Not really a new twist. CSR's will be trained on this stuff by Ernestine on August 3rd.

Plus, I subscribe to all their newsletters including shareholder stuff and I didn't get this one. Who knows why?


----------



## 722921

Mustang Dave said:


> So could ya'll make my life a little more enjoyable by letting me read about new channel releases without a lot of *****ing about it?


Actually, just read post number one and don't read the rest...


----------



## calgary2800

Off topic but how in the world do some of you guys have time to watch all four premium channels? Lottery winners and dont have to work?


----------



## phrelin

calgary2800 said:


> Off topic but how in the world do some of you guys have time to watch all four premium channels? Lottery winners and dont have to work?


Me, I'm retired. But I don't watch all four at the same time. I've got 4 recorders.


----------



## Newshawk

John W said:


> At "the end" both Dish and Direct will have essentially the same channels. Period.

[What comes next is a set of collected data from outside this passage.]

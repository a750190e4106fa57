import type { NextFunction, Request, Response } from 'express';
import { hasRole, type Role } from '@shared/roles';
import { loadUserById } from '../accounts/users.repo';
import type { Database } from '../db/client';
import type { UserRow } from '../db/schema/users';
import { HttpError } from '../lib/http-error';
import { endSessionsOf } from '../session/sessions-of';
import { SESSION_COOKIE } from './session';

declare module 'express-serve-static-core' {
  interface Request {
    user?: UserRow;
  }
}

/**
 * Loads the signed-in person on every request. A session whose person is gone or deactivated (even
 * by a change made outside the People screens) ends, with the person's other sessions, and the
 * request answers 401: nothing after this point may meet a session without its person.
 */
export function loadUser(db: Database) {
  return (req: Request, res: Response, next: NextFunction) => {
    const id = req.session?.userId;
    if (id === undefined) return next();
    const user = loadUserById(db, id);
    if (user && !user.deactivatedAt) {
      req.user = user;
      return next();
    }
    endSessionsOf(db, id);
    req.session.destroy((err) => {
      if (err) return next(err);
      res.clearCookie(SESSION_COOKIE, { path: '/' });
      next(new HttpError(401, 'NOT_SIGNED_IN', 'Your session has ended: this account is no longer active. Sign in again, or ask a chapter lead.'));
    });
  };
}

export function requireUser(req: Request): UserRow {
  if (!req.user) throw new HttpError(401, 'NOT_SIGNED_IN', 'Sign in to continue.');
  return req.user;
}

/** Guard for a router: 401 when signed out, 403 when the role is below `role`. */
export function requireRole(role: Role) {
  return (req: Request, _res: Response, next: NextFunction) => {
    const user = requireUser(req);
    if (!hasRole(user.role, role)) {
      throw new HttpError(403, 'FORBIDDEN', `Only a ${role === 'lead' ? 'chapter lead' : role} can do this.`);
    }
    next();
  };
}
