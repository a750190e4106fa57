import type { RequestHandler } from 'express';

/**
 * API answers hold a person's own data (loans, tabs, names): no browser, proxy or shared device may
 * keep them. Set on every /api answer before the routes; a route that may be kept sets its own.
 */
export const noStore: RequestHandler = (_req, res, next) => {
  res.set('Cache-Control', 'no-store');
  next();
};

/**
 * Stored files (tool photos, packing slips) never change under their id, but one may be deleted or a
 * person may lose access: only their own browser keeps them, and only for a few minutes.
 */
export const PRIVATE_FILE_CACHE = 'private, max-age=300';
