describe('GET /api/assemblies/:id/estimate: the bill', () => {
  const billFor = (e: AssemblyEstimate, grip: number) => e.bill.find((b) => b.grip === grip && b.lines.length > 0)!;

  test('maps each fastener need to the bin that stocks it, with on hand against needed and how many short', async ({ qm, member }) => {
    const fiveOhFive = await addBinAs(qm, blindRivetBin({ initialQuantity: 20 }));
    const stainless = await addBinAs(qm, blindRivetBin({ material: 'stainless', stemMaterial: 'stainless', initialQuantity: 300, location: 'Shelf C1' }));
    const id = await newAssembly(member, { lines: [twentyInchLine(blind(4, '5056')), twentyInchLine(blind(4), { label: 'Any 1/8 dome, grip 2', rows: 2 })] });

    const e = await estimateOf(member, id);
    expect(e.errors).toEqual([]);
    expect(e.wastePercent).toBe(5);
    expect(e.lines.map((l) => [l.label, l.holes, l.pitch, l.grip])).toEqual([
      ['Spar flange', 21, 0.9625, 2],
      ['Any 1/8 dome, grip 2', 42, 0.9625, 2],
    ]);
    // A line naming 5056 takes the 5056 bin; one naming no material takes the bin with the most on hand.
    // Waste 5 %, rounded up per need: 21 → ⌈22.05⌉ = 23; 42 → ⌈44.1⌉ = 45.
    expect(e.bill).toEqual<BillLine[]>([
      {
        description: 'Blind, structural, dome, 5056, steel stem · 1/8 in · grip −2 (0.063–0.125 in)',
        kind: 'blind_structural',
        diameter32: 4,
        grip: 2,
        lines: [0],
        estimated: 21,
        withWaste: 23,
        bin: { code: fiveOhFive.code, designation: 'Blind, structural, dome, 5056, steel stem · 1/8 in · grip −2 (0.063–0.125 in)', onHand: 20, location: 'Shelf A2' },
        unstocked: null,
        shortBy: 3,
        drawn: 0,
        toDraw: 23,
      },
      expect.objectContaining({ lines: [1], estimated: 42, withWaste: 45, bin: expect.objectContaining({ code: stainless.code, onHand: 300 }), shortBy: 0 }),
    ]);
    expect(e.totals).toMatchObject({ rivets: 63, rivetsWithWaste: 68, drillHoles: { '#40': 63, '#30': 63 }, tempFasteners: { '3/32': 14, '1/8': 14 } }); // reused: max(7, 14)
    expect(e.caution).toContain('does not design structures');
  });

  test('says plainly when no bin stocks a need, and names the bin of the rivet stocked for another grip', async ({ qm, member }) => {
    // 0.063 + 0.063 = 0.126 in: grip −3, 0.126–0.187 in (TM 10-5410-221-14/1 Table 4-3); 10 in → ⌈9.25⌉ + 1 = 11 holes.
    const id = await newAssembly(member, { lines: [twentyInchLine(blind(4, '5056'), { length: 10, stack: [0.063, 0.063] })] });
    const unstocked = {
      description: 'Blind, structural, dome, 5056 · 1/8 in · grip −3 (0.126–0.187 in)',
      estimated: 11,
      withWaste: 12,
      bin: null,
      unstocked: 'No bin stocks a 1/8 in dome 5056 structural blind rivet with grip −3.',
      shortBy: 12,
    };
    expect(billFor(await estimateOf(member, id), 3)).toMatchObject(unstocked);
    // A −2 bin takes 0.063–0.125 in: 0.126 in is beyond it.
    const two = await addBinAs(qm, blindRivetBin());
    expect(billFor(await estimateOf(member, id), 3)).toMatchObject({
      ...unstocked,
      unstocked: `No bin's grip range covers the 0.126 in stack: the −3 band is 0.126–0.187 in. Bin ${two.code} has this rivet for 0.063–0.125 in.`,
    });
  });

  describe('blind rivets by the grip range each bin is stocked for', () => {
    // Stacks from the head side down; grip −3 takes 0.126–0.187 in (TM 10-5410-221-14/1 Table 4-3).
    // 10 in at a 1 in pitch, 0.375 in from each end: ⌈9.25⌉ + 1 = 11 holes; 5 % waste → ⌈11.55⌉ = 12.
    const thin = (over: object = {}) => twentyInchLine(blind(4, '5056'), { length: 10, stack: [0.04, 0.09], ...over }); // 0.130 in
    const thick = (over: object = {}) => twentyInchLine(blind(4, '5056'), { length: 10, stack: [0.08, 0.08], ...over }); // 0.160 in

    test('chooses the bin whose range covers every line’s stack: with stock first, then the tightest range', async ({ qm, billOf }) => {
      // Both −3: the table's 0.126–0.187 in (0.061 in wide) and a box reading 0.140–0.187 in (0.047 in wide).
      const wide = await addBinAs(qm, blindRivetBin({ grip16: 3, initialQuantity: 100 }));
      const narrow = await addBinAs(qm, blindRivetBin({ grip16: 3, gripMin: 0.14, gripMax: 0.187, initialQuantity: 100, location: 'Shelf A3' }));

      // 0.130 in is below the narrow box's 0.140 in: only the wide bin covers it.
      expect(await billOf([thin()])).toEqual([expect.objectContaining({ grip: 3, withWaste: 12, bin: expect.objectContaining({ code: wide.code }), unstocked: null, shortBy: 0 })]);
      // 0.160 in: both cover it; the narrow range is the tighter.
      expect(await billOf([thick()])).toEqual([
        expect.objectContaining({ bin: { code: narrow.code, designation: 'Blind, structural, dome, 5056, steel stem · 1/8 in · grip −3 (0.140–0.187 in)', onHand: 100, location: 'Shelf A3' } }),
      ]);
      // One need of two lines, 0.130 and 0.160 in: only the wide bin covers both; 11 + 11 = 22 holes → ⌈23.1⌉ = 24.
      expect(await billOf([thin(), thick({ label: 'Rib' })])).toEqual([expect.objectContaining({ lines: [0, 1], withWaste: 24, bin: expect.objectContaining({ code: wide.code }) })]);

      // An empty narrow bin gives way to the wide one that has stock.
      expect((await post(qm, `/api/bins/${narrow.code}/count`, { counted: 0 })).status).toBe(201);
      expect(await billOf([thick()])).toEqual([expect.objectContaining({ bin: expect.objectContaining({ code: wide.code, onHand: 100 }) })]);
    });

    test('says when no bin’s range covers the stack, and names the bins of the rivet with other ranges', async ({ qm, billOf }) => {
      const two = await addBinAs(qm, blindRivetBin({ initialQuantity: 100 }));
      const narrow = await addBinAs(qm, blindRivetBin({ grip16: 3, gripMin: 0.14, gripMax: 0.187, initialQuantity: 100 }));
      expect(await billOf([thin()])).toEqual([
        expect.objectContaining({
          description: 'Blind, structural, dome, 5056 · 1/8 in · grip −3 (0.126–0.187 in)',
          grip: 3,
          bin: null,
          unstocked: `No bin's grip range covers the 0.130 in stack: the −3 band is 0.126–0.187 in. Bins ${two.code} (0.063–0.125 in), ${narrow.code} (0.140–0.187 in) have this rivet for other stacks.`,
          shortBy: 12,
        }),
      ]);
      // 0.130 and 0.160 in together: the narrow bin covers one line only.
      expect((await billOf([thin(), thick()]))[0]!.unstocked).toBe(
        `No bin's grip range covers the 0.130–0.160 in stacks: the −3 band is 0.126–0.187 in. Bins ${two.code} (0.063–0.125 in), ${narrow.code} (0.140–0.187 in) have this rivet for other stacks.`,
      );
    });
  });

  test('names an unstocked monel solid rivet plainly, with the universal head and no MS number', async ({ member }) => {
    // MS20470 and MS20426 designate aluminium-alloy rivets only (trade-checks.md §4). Length: 0.064 + 1.5 × 1/8 = 0.2515 in
    // → next 1/16 up is 5/16 in, −5 (NAVEDTRA 14018 ch. 13).
    const id = await newAssembly(member, { lines: [twentyInchLine({ kind: 'solid', head: 'dome', diameter32: 4, material: 'monel' })] });
    expect(billFor(await estimateOf(member, id), 5)).toMatchObject({
      description: 'Solid, universal head, monel · 1/8 in · 5/16 in long',
      bin: null,
      unstocked: 'No bin stocks a 1/8 in universal head monel solid rivet 5/16 in long (−5).',
    });
  });

  test('drills to the hole drill the matching bin names, instead of the published one', async ({ qm, member }) => {
    const line = twentyInchLine(blind(5, '5056'));
    const before = await estimateOf(member, await newAssembly(member, { lines: [line] }));
    // 5/32 blind rivet: #40 → #30 → #20 (TM 10-5410-221-14/1 Table 4-3 hole 0.160–0.164 in; step drilling, common practice).
    expect(before.lines[0]!.drillSequence).toEqual(['#40', '#30', '#20']);

    await addBinAs(qm, blindRivetBin({ diameter32: 5, holeDrill: '#21' }));
    const after = await estimateOf(member, await newAssembly(member, { lines: [line] }));
    expect(after.lines[0]!.drillSequence).toEqual(['#40', '#30', '#21']);
    expect(after.totals.drillHoles).toEqual({ '#40': 21, '#30': 21, '#21': 21 });
    expect(after.kit.filter((k) => k.role === 'drill_bit').map((k) => k.need)).toEqual(['Drill bit #40', 'Drill bit #30', 'Drill bit #21']);
  });

  test('returns refused lines in errors with 200, so the editor can show them, and still bills the extra items', async ({ qm, member }) => {
    const screws = await addBinAs(qm, { kind: 'screw', name: 'Screw #8-32 × 1/2 pan head', unitCost: 0.35, initialQuantity: 10, location: 'Hardware drawer 2' });
    const id = await newAssembly(member, {
      lines: [twentyInchLine(blind(4)), twentyInchLine(blind(4), { pitch: 0.2, edgeDistance: undefined })],
      extraItems: [
        { binCode: screws.code, quantity: 24 },
        { binCode: 'B-0999', quantity: 4 },
      ],
    });
    const e = await estimateOf(member, id);
    expect(e.errors).toEqual([expect.objectContaining({ code: 'PITCH_BELOW_MINIMUM', line: 1, message: expect.stringMatching(/^Line 2: /) })]);
    expect(e.lines).toEqual([]);
    expect(e.kit).toEqual([]);
    expect(e.bill).toEqual([
      { description: 'Screw #8-32 × 1/2 pan head', kind: 'screw', diameter32: null, grip: null, lines: [], estimated: 24, withWaste: 24, bin: { code: screws.code, designation: 'Screw #8-32 × 1/2 pan head', onHand: 10, location: 'Hardware drawer 2' }, unstocked: null, shortBy: 14, drawn: 0, toDraw: 24 },
      { description: 'B-0999', kind: 'other', diameter32: null, grip: null, lines: [], estimated: 4, withWaste: 4, bin: null, unstocked: 'No bin has the code B-0999.', shortBy: 4, drawn: 0, toDraw: 4 },
    ]);
  });

  test('tallies what was drawn for the assembly, net of returns and reversals, and nothing drawn for other work', async ({ qm, member }) => {
    const bin = await addBinAs(qm, blindRivetBin());
    const id = await newAssembly(member, { lines: [twentyInchLine(blind(4, '5056'))] });
    const first = await post(member, `/api/bins/${bin.code}/draw`, { quantity: 15, assemblyId: id });
    await post(member, `/api/bins/${bin.code}/draw`, { quantity: 10, assemblyId: id });
    await post(member, `/api/bins/${bin.code}/return`, { quantity: 3, assemblyId: id });
    await post(member, `/api/bins/${bin.code}/draw`, { quantity: 40 }); // other work
    await post(qm, `/api/bins/${bin.code}/ledger/${first.body.id}/reverse`, { note: 'drawn twice' });

    const e = await estimateOf(member, id);
    expect(billFor(e, 2)).toMatchObject({ bin: { code: bin.code, onHand: 500 - 10 + 3 - 40 }, drawn: 10 - 3 });
  });

  test('counts a line short only by what is still to draw: what was drawn for the assembly is no longer needed from the bin', async ({ qm, member }) => {
    const screws = await addBinAs(qm, { kind: 'screw', name: 'Screw #6-32 × 3/8 pan head', unitCost: 0.2, initialQuantity: 30, location: 'Hardware drawer 3' });
    const id = await newAssembly(member, { lines: [], extraItems: [{ binCode: screws.code, quantity: 40 }] });
    expect((await estimateOf(member, id)).bill[0]).toMatchObject({ withWaste: 40, drawn: 0, shortBy: 10 });
    await post(member, `/api/bins/${screws.code}/draw`, { quantity: 25, assemblyId: id });
    // 25 drawn, 15 still to draw, 5 on hand: short by 10 (not 40 − 5 = 35).
    expect((await estimateOf(member, id)).bill[0]).toMatchObject({ withWaste: 40, drawn: 25, toDraw: 15, shortBy: 10, bin: expect.objectContaining({ onHand: 5 }) });
    await post(member, `/api/bins/${screws.code}/draw`, { quantity: 5, assemblyId: id });
    await post(qm, `/api/bins/${screws.code}/receive`, { quantity: 20 });
    // 30 drawn, 10 still to draw, 20 on hand: nothing short.
    expect((await estimateOf(member, id)).bill[0]).toMatchObject({ drawn: 30, shortBy: 0 });
  });
});
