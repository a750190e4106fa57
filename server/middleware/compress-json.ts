import compression from 'compression';
import type { Request, Response } from 'express';

/** Below about one packet, compressing costs more than it saves. */
const THRESHOLD_BYTES = 1024;

function isJson(res: Response): boolean {
  return /^application\/(.+\+)?json\b/.test(String(res.getHeader('Content-Type') ?? ''));
}

/**
 * Compresses JSON answers only. Files (PDF label sheets, CSV exports, photos) stream through
 * untouched: they are either compressed already or better sent as they are produced.
 */
export function compressJson() {
  return compression({
    threshold: THRESHOLD_BYTES,
    filter: (req: Request, res: Response) => isJson(res) && compression.filter(req, res),
  });
}
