import session from 'express-session';
import type { AppConfig } from '../config';
import { SqliteSessionStore } from '../session/sqlite-store';

declare module 'express-session' {
  interface SessionData {
    userId?: number;
    /** Set for a station session: the station it was opened at, and its last request (epoch ms). */
    stationId?: number;
    stationActiveAt?: number;
    /**
     * A replay session (POST /api/station/replay-sign-in): opened with the station token and a badge,
     * no PIN, to send what the station queued offline; it may make only the queued actions.
     */
    stationReplay?: boolean;
  }
}

export const SESSION_COOKIE = 'gripline.sid';

/** Cookie sessions in the app's own database; the cookie's life is renewed on every request (idle expiry). */
export function sessionMiddleware(config: AppConfig) {
  const store = new SqliteSessionStore(config.db.$client, config.sessionIdleMs);
  const middleware = session({
    name: SESSION_COOKIE,
    secret: config.sessionSecret,
    store,
    resave: false,
    saveUninitialized: false,
    rolling: true,
    cookie: {
      httpOnly: true,
      sameSite: 'lax',
      secure: config.secureCookies,
      path: '/',
      maxAge: config.sessionIdleMs,
    },
  });
  return { middleware, store };
}
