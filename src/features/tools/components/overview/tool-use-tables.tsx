import { Link } from 'react-router';
import type { IdleTool, MostUsedTool } from '@shared/schemas/loan-stats';
import { CATEGORY_LABELS } from '@shared/tools/categories';
import { FigureTable } from '@/components/ui/figure-table';
import { Code } from '@/components/ui/page';
import { formatCount, formatDay } from '@/lib/format';

function ToolLink({ tool }: { tool: { code: string; name: string } }) {
  return (
    <Link to={`/tools/${tool.code}`} className="inline-flex min-h-11 items-center gap-1.5 font-medium text-ink underline underline-offset-2">
      <span className="whitespace-nowrap">
        <Code>{tool.code}</Code>
      </span>{' '}
      {tool.name}
    </Link>
  );
}

/** The tools lent most in the weeks shown, with the days they were out. */
export function MostUsedTools({ tools, weeks }: { tools: MostUsedTool[]; weeks: number }) {
  return (
    <FigureTable
      caption={`Tools lent most in the last ${formatCount(weeks)} weeks, by loans`}
      columns={[
        { header: 'Tool', cell: (t) => <ToolLink tool={t} /> },
        { header: 'Kind', cell: (t) => CATEGORY_LABELS[t.category] },
        { header: 'Loans', numeric: true, cell: (t) => formatCount(t.loans) },
        { header: 'Days out', numeric: true, cell: (t) => formatCount(t.daysOut) },
      ]}
      rows={tools}
      rowKey={(t) => t.code}
      empty="No tool was lent in these weeks."
    />
  );
}

/** Tools nobody has borrowed for six months: candidates to sell or to move where they are wanted. */
export function IdleTools({ tools, since }: { tools: IdleTool[]; since: string }) {
  return (
    <FigureTable
      caption={`Tools not lent since ${formatDay(since)}, never lent first`}
      columns={[
        { header: 'Tool', cell: (t) => <ToolLink tool={t} /> },
        { header: 'Kind', cell: (t) => CATEGORY_LABELS[t.category] },
        { header: 'Last lent', cell: (t) => (t.lastLentAt ? formatDay(t.lastLentAt) : 'Never') },
        { header: 'In the crib since', cell: (t) => formatDay(t.addedAt) },
      ]}
      rows={tools}
      rowKey={(t) => t.code}
      empty="Every tool has been lent in the last six months."
    />
  );
}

Not true... DirecTV will have the 101, Dish will have World Fishing Network...

Fill in your own punchline.


----------



## calgary2800

I'm really hoping Dish keeps the current 29.99 HD Absolute plan. Its the best bargain out there by far in TV Land. Its not missing much for the price.


----------



## Lincoln6Echo

I honestly don't understand all the *****ing about the premium movie channels. Especially when a lot of you name other "movie only" channels, like TCM and others, that your would prefer over some more standard national channels. I mean, isn't watching movies in HD for "free" (not having to buy or rent DVDs/BDs) the whole point in getting movie channels in HD?

Besides, there's more than just movies on these premium "movie" channels. Lots of original programming and sport events, like boxing and MMA fighting. Hell, I watch those channels almost exclusively for the fighting events. HBO Boxing and ShoBox, along with Elite XE. Great stuff.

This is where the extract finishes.